Starting at the first line, copy the data below through to the end, exactly.

Stored entries
━━━━━━━━━━━━━━━━━━━━━━━━━━━━━━
class _Search:
    """State shared by the subproblem tree: incumbent, clock, counters."""

    def __init__(self, params: Params, deadline: float | None, start: float,
                 progress: Callable[[dict[str, Any]], None] | None, stop_at: int | None,
                 best: int, leaf_size: int, max_fixed: int) -> None:
        self.params = params
        self.deadline = deadline
        self.start = start
        self.progress = progress
        self.stop_at = stop_at
        self.best = best  # size the search must beat (incumbent size or target - 1)
        self.code: np.ndarray | None = None
        self.nodes = 0
        self.leaves = 0
        self.leaf_size = leaf_size
        self.max_fixed = max_fixed
        self.stopped = False  # time limit hit or goal met: the rest of the tree is abandoned
        self.pending_upper = 0  # bound over abandoned nodes (valid once stopped)
        self.known_upper: int | None = None  # a bound from the bounds module, when usable
        self.last_report = start

    def time_left(self) -> float | None:
        if self.deadline is None:
            return None
        return self.deadline - time.perf_counter()

    def goal_met(self) -> bool:
        return self.stop_at is not None and self.best >= self.stop_at

    def abandon(self, sub: Any) -> None:
        """Account for a node left unsearched: its bound joins the proved upper bound, unless
        the incumbent already meets a known bound (then the answer is settled anyway)."""
        if self.known_upper is not None and self.best >= self.known_upper:
            return
        left = self.time_left()
        if left is not None and left < -_ABANDON_GRACE:
            # past the deadline: the plain count (fixed words + candidates) still bounds the
            # node, without building its code graph
            self.pending_upper = max(self.pending_upper,
                                     sub.fixed.shape[0] + sub.candidates.shape[0])
            return
        self.pending_upper = max(self.pending_upper, _node_bound(sub, self.params))

    def report(self, force: bool = False) -> None:
        if self.progress is None:
            return
        now = time.perf_counter()
        if force or now - self.last_report >= 0.25:
            self.last_report = now
            self.progress({"nodes": self.nodes, "incumbent": self.best if self.code is not None
                           else 0, "leaves": self.leaves, "elapsed": now - self.start})

    def solve_leaf(self, sub: Any) -> None:
        """Maximum clique of the leaf's candidates beating the incumbent."""
        from codesearch.search import clique, graph

        k = sub.fixed.shape[0]
        need = self.best - k  # the clique must have more than this many vertices
        if sub.candidates.shape[0] <= need:
            return
        adj = graph.code_graph(sub.candidates, self.params.q, self.params.d)
        left = self.time_left()
        prog = None
        if self.progress is not None:
            def prog(info: dict[str, Any]) -> None:
                self.progress({"nodes": self.nodes + info["nodes"],
                               "incumbent": max(self.best, k + info["incumbent"]),
                               "leaves": self.leaves,
                               "elapsed": time.perf_counter() - self.start})
        goal = None if self.stop_at is None else max(1, self.stop_at - k)
        res = clique.max_clique(adj, time_limit=left, lower=max(need, 0), progress=prog,
                                goal=goal)
        self.nodes += res.nodes
        self.leaves += 1
        if res.size > need:
            self.best = k + res.size
            self.code = np.vstack([sub.fixed, sub.candidates[res.vertices]])
        if not res.complete:
            # Stopped by the clock or by the goal: only the bound proved so far holds here.
            self.stopped = True
            self.pending_upper = max(self.pending_upper, k + res.upper)
        self.report()

    def walk(self, sub: Any, first_weight: int | None = None) -> None:
        """Depth-first over the subproblem tree below ``sub``."""
        from codesearch.search import graph

        k = sub.fixed.shape[0]
        if k > self.best:
            self.best = k
            self.code = sub.fixed.copy()
            if self.goal_met():
                self.stopped = True
        if self.stopped:
            self.abandon(sub)
            return
        if k + sub.candidates.shape[0] <= self.best:
            return
        m = sub.candidates.shape[0]
        if m <= self.leaf_size or (k >= self.max_fixed and m <= graph.MAX_LEAF):
            self.solve_leaf(sub)
            return
        for child in graph.orbit_split(sub, self.params.q, self.params.d,
                                       first_weight=first_weight):
            left = self.time_left()
            if left is not None and left <= 0:
                self.stopped = True
            self.walk(child)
━━━━━━━━━━━━━━━━━━━━━━━━━━━━━━
RESULT OF THIS TASK:
class _Search:
    """State shared by the subproblem tree: incumbent, clock, counters."""

    def __init__(self, params: Params, deadline: float | None, start: float,
                 progress: Callable[[dict[str, Any]], None] | None, stop_at: int | None,
                 best: int, leaf_size: int, max_fixed: int) -> None:
        self.params = params
        self.deadline = deadline
        self.start = start
        self.progress = progress
        self.stop_at = stop_at
        self.best = best  # size the search must beat (incumbent size or target - 1)
        self.code: np.ndarray | None = None
        self.nodes = 0
        self.leaves = 0
        self.leaf_size = leaf_size
        self.max_fixed = max_fixed
        self.stopped = False  # time limit hit or goal met: the rest of the tree is abandoned
        self.pending_upper = 0  # bound over abandoned nodes (valid once stopped)
        self.known_upper: int | None = None  # a bound from the bounds module, when usable
        self.last_report = start

    def time_left(self) -> float | None:
        if self.deadline is None:
            return None
        return self.deadline - time.perf_counter()

    def goal_met(self) -> bool:
        return self.stop_at is not None and self.best >= self.stop_at

    def abandon(self, sub: Any) -> None:
        """Account for a node left unsearched: its bound joins the proved upper bound, unless
        the incumbent already meets a known bound (then the answer is settled anyway)."""
        if self.known_upper is not None and self.best >= self.known_upper:
            return
        left = self.time_left()
        if left is not None and left < -_ABANDON_GRACE:
            # past the deadline: the plain count (fixed words + candidates) still bounds the
            # node, without building its code graph
            self.pending_upper = max(self.pending_upper,
                                     sub.fixed.shape[0] + sub.candidates.shape[0])
            return
        self.pending_upper = max(self.pending_upper, _node_bound(sub, self.params))

    def report(self, force: bool = False) -> None:
        if self.progress is None:
            return
        now = time.perf_counter()
        if force or now - self.last_report >= 0.25:
            self.last_report = now
            self.progress({"nodes": self.nodes, "incumbent": self.best if self.code is not None
                           else 0, "leaves": self.leaves, "elapsed": now - self.start})

    def solve_leaf(self, sub: Any) -> None:
        """Maximum clique of the leaf's candidates beating the incumbent."""
        from codesearch.search import clique, graph

        k = sub.fixed.shape[0]
        need = self.best - k  # the clique must have more than this many vertices
        if sub.candidates.shape[0] <= need:
            return
        adj = graph.code_graph(sub.candidates, self.params.q, self.params.d)
        left = self.time_left()
        prog = None
        if self.progress is not None:
            def prog(info: dict[str, Any]) -> None:
                self.progress({"nodes": self.nodes + info["nodes"],
                               "incumbent": max(self.best, k + info["incumbent"]),
                               "leaves": self.leaves,
                               "elapsed": time.perf_counter() - self.start})
        goal = None if self.stop_at is None else max(1, self.stop_at - k)
        res = clique.max_clique(adj, time_limit=left, lower=max(need, 0), progress=prog,
                                goal=goal)
        self.nodes += res.nodes
        self.leaves += 1
        if res.size > need:
            self.best = k + res.size
            self.code = np.vstack([sub.fixed, sub.candidates[res.vertices]])
        if not res.complete:
            # Stopped by the clock or by the goal: only the bound proved so far holds here.
            self.stopped = True
            self.pending_upper = max(self.pending_upper, k + res.upper)
        self.report()

    def walk(self, sub: Any, first_weight: int | None = None) -> None:
        """Depth-first over the subproblem tree below ``sub``."""
        from codesearch.search import graph

        k = sub.fixed.shape[0]
        if k > self.best:
            self.best = k
            self.code = sub.fixed.copy()
            if self.goal_met():
                self.stopped = True
        if self.stopped:
            self.abandon(sub)
            return
        if k + sub.candidates.shape[0] <= self.best:
            return
        m = sub.candidates.shape[0]
        if m <= self.leaf_size or (k >= self.max_fixed and m <= graph.MAX_LEAF):
            self.solve_leaf(sub)
            return
        for child in graph.orbit_split(sub, self.params.q, self.params.d,
                                       first_weight=first_weight):
            left = self.time_left()
            if left is not None and left <= 0:
                self.stopped = True
            self.walk(child)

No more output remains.